◆ Try it ◆
Find every line below with the word "norm" in it, and copy each one.

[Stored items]
◆ ◆ ◆ ◆ ◆
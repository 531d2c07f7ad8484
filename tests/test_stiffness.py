"""Direct stiffness method and unit-load (virtual work) deflections.

Sources (shared/REFERENCES.md):
* 3.6: three-bar symmetric truss, S. Timoshenko, *Strength of Materials, Part I*, 3rd ed.,
  Van Nostrand 1955/56, ch. I (statically indeterminate tension/compression problems);
  formulas N_centre = P/(1+2cos^3 a), N_outer = P cos^2 a/(1+2cos^3 a), delta = PL/(EA(1+2cos^3 a)).
* 3.6: square panel with both diagonals (derived values [V]); the force-method form
  X = -sum N0 n L / sum n^2 L (common practice) is recomputed here independently.
* 3.7: unit-load method, Hibbeler, *Structural Analysis*, "Method of virtual work: trusses";
  worked examples 1 (triangle, Delta_C = 10.5 P/EA) and 2 (6-panel Pratt, Delta_L3 = 928P/(3EA)).
* Property tests on hypothesis-generated random trusses: equilibrium, compatibility (the force-
  method condition: every self-stress state does no work on the elastic elongations), equality with
  the statics solve on determinate trusses, and unit-load deflection = stiffness displacement.
"""

from __future__ import annotations

import math
import random
import time

import numpy as np
import pytest
import scipy.linalg
from hypothesis import HealthCheck, assume, given, settings
from hypothesis import strategies as st
from trussgen import make_model, pratt, random_simple_truss, truss_case

from verify.analysis import stiffness as stiffness_module
from verify.analysis.global_solve import solve_global
from verify.analysis.stiffness import (
    EQUAL_EA_NOTE,
    MissingStiffnessError,
    SingularStiffnessError,
    solve_stiffness,
)
from verify.analysis.virtual_work import unit_load_deflection
from verify.errors import InputError
from verify.forking import SERIAL_ENV
from verify.model import Model
from verify.report.virtual_work_text import render_virtual_work

RTOL = 1e-9  # exact closed forms against a double-precision solve of a small system
PROPERTY_RTOL = 1e-7  # random trusses: conditioning of K ~ cond(A)^2 costs a few digits
WELL_CONDITIONED = (
    1e4  # cond(A) limit for random determinate draws: K's error grows like eps cond(A)^2
)
SETTINGS = settings(max_examples=25, deadline=None, suppress_health_check=[HealthCheck.too_slow])


# -- independent helpers (written here, not taken from the project) ------------------------------
def dense_equilibrium(model: Model) -> np.ndarray:
    """A (dofs x members+reactions) from the raw joint coordinates and member ends."""
    d = model.dim
    coords = {j.id: np.array(j.coords, dtype=float) for j in model.joints}
    order = {j.id: i for i, j in enumerate(model.joints)}
    A = np.zeros((d * len(model.joints), len(model.members) + len(model.reactions)))
    for k, m in enumerate(model.members):
        vec = coords[m.end] - coords[m.start]
        u = vec / np.linalg.norm(vec)
        A[order[m.start] * d : order[m.start] * d + d, k] += u
        A[order[m.end] * d : order[m.end] * d + d, k] -= u
    for k, r in enumerate(model.reactions):
        A[order[r.joint] * d : order[r.joint] * d + d, len(model.members) + k] = r.direction
    return A


def member_lengths(model: Model) -> np.ndarray:
    coords = {j.id: np.array(j.coords, dtype=float) for j in model.joints}
    return np.array([np.linalg.norm(coords[m.end] - coords[m.start]) for m in model.members])


def force(model: Model, solution_forces: np.ndarray, member: str, column: int = 0) -> float:
    return float(solution_forces[model.member_index[member], column])


def displacement(model: Model, x: np.ndarray, joint: str, axis: int, column: int = 0) -> float:
    return float(x[model.joint_index[joint] * model.dim + axis, column])


# -- three-bar symmetric truss (Timoshenko, Strength of Materials I, 3rd ed., ch. I) -------------
@pytest.mark.parametrize("alpha_deg", [30.0, 45.0, 60.0])
def test_three_bar_truss_matches_timoshenko_formulas(alpha_deg: float) -> None:
    """Timoshenko SoM Part I 3rd ed. ch. I (REFERENCES 3.6): forces and deflection of the three-bar
    truss."""
    a = math.radians(alpha_deg)
    L, P, EA = 3.0, 50.0, 2.0e5
    case = truss_case(
        {"D": [0.0, 0.0], "A": [-L * math.tan(a), L], "B": [0.0, L], "C": [L * math.tan(a), L]},
        [("A", "D"), ("B", "D"), ("C", "D")],
        {"A": ["x", "y"], "B": ["x", "y"], "C": ["x", "y"]},
        {"P": {"D": [0.0, -P]}},
    )
    case["stiffness"] = {"EA": EA}
    model = make_model(case)
    sol = solve_stiffness(model)
    N = sol.forces.member_forces
    k = 1.0 + 2.0 * math.cos(a) ** 3
    assert force(model, N, "BD") == pytest.approx(P / k, rel=RTOL)
    assert force(model, N, "AD") == pytest.approx(P * math.cos(a) ** 2 / k, rel=RTOL)
    assert force(model, N, "CD") == pytest.approx(P * math.cos(a) ** 2 / k, rel=RTOL)
    assert displacement(model, sol.displacements, "D", 1) == pytest.approx(
        -P * L / (EA * k), rel=RTOL
    )
    assert displacement(model, sol.displacements, "D", 0) == pytest.approx(0.0, abs=1e-12 * L)
    assert sol.forces.route == "stiffness"
    assert not sol.equal_EA_assumed
    assert sol.max_residual <= 1e-10 * P


def test_three_bar_truss_45_degrees_exact_values() -> None:
    """REFERENCES 3.6 table (exact stiffness solve): alpha = 45 deg gives 2 - sqrt2 and 1 -
    sqrt2/2."""
    a = math.pi / 4
    case = truss_case(
        {"D": [0.0, 0.0], "A": [-1.0, 1.0], "B": [0.0, 1.0], "C": [1.0, 1.0]},
        [("A", "D"), ("B", "D"), ("C", "D")],
        {"A": ["x", "y"], "B": ["x", "y"], "C": ["x", "y"]},
        {"P": {"D": [0.0, -1.0]}},
    )
    model = make_model(case)
    sol = solve_stiffness(model, assume_equal_EA=7.0)
    assert math.tan(a) == pytest.approx(1.0)
    assert force(model, sol.forces.member_forces, "BD") == pytest.approx(2 - math.sqrt(2), rel=RTOL)
    assert force(model, sol.forces.member_forces, "AD") == pytest.approx(
        1 - math.sqrt(2) / 2, rel=RTOL
    )
    assert sol.equal_EA_assumed
    assert EQUAL_EA_NOTE in sol.notes and EQUAL_EA_NOTE in sol.forces.notes


# -- square panel with both diagonals (REFERENCES 3.6) ------------------------------------------
def square_case(
    a: float, loads: dict[str, dict[str, list[float]]], *, roller: object = ("y",)
) -> dict:
    case = truss_case(
        {"A": [0.0, 0.0], "B": [a, 0.0], "C": [a, a], "D": [0.0, a]},
        [("A", "B"), ("B", "C"), ("C", "D"), ("D", "A"), ("A", "C"), ("B", "D")],
        {"A": ["x", "y"], "B": list(roller) if isinstance(roller, tuple) else roller},
        loads,
    )
    return case


SQUARE_LOADS = {
    "P at D, +x": {"D": [1.0, 0.0]},
    "P at C, +x": {"C": [1.0, 0.0]},
    "P at C, down": {"C": [0.0, -1.0]},
}
r2 = math.sqrt(2.0)
SQUARE_TABLE = {  # REFERENCES 3.6 table, per unit P: AB, BC, CD, DA, AC, BD
    "P at D, +x": [0.5, -0.5, -0.5, 0.5, 1 / r2, -1 / r2],
    "P at C, +x": [
        (3 - r2) / 4,
        -(1 + r2) / 4,
        (3 - r2) / 4,
        (3 - r2) / 4,
        (2 + r2) / 4,
        (2 - 3 * r2) / 4,
    ],
    "P at C, down": [
        (r2 - 1) / 4,
        -(5 - r2) / 4,
        (r2 - 1) / 4,
        (r2 - 1) / 4,
        -(2 - r2) / 4,
        -(2 - r2) / 4,
    ],
}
◆ ◆ ◆ ◆ ◆
◆ Exercise response ◆
        u = vec / np.linalg.norm(vec)
    return np.array([np.linalg.norm(coords[m.end] - coords[m.start]) for m in model.members])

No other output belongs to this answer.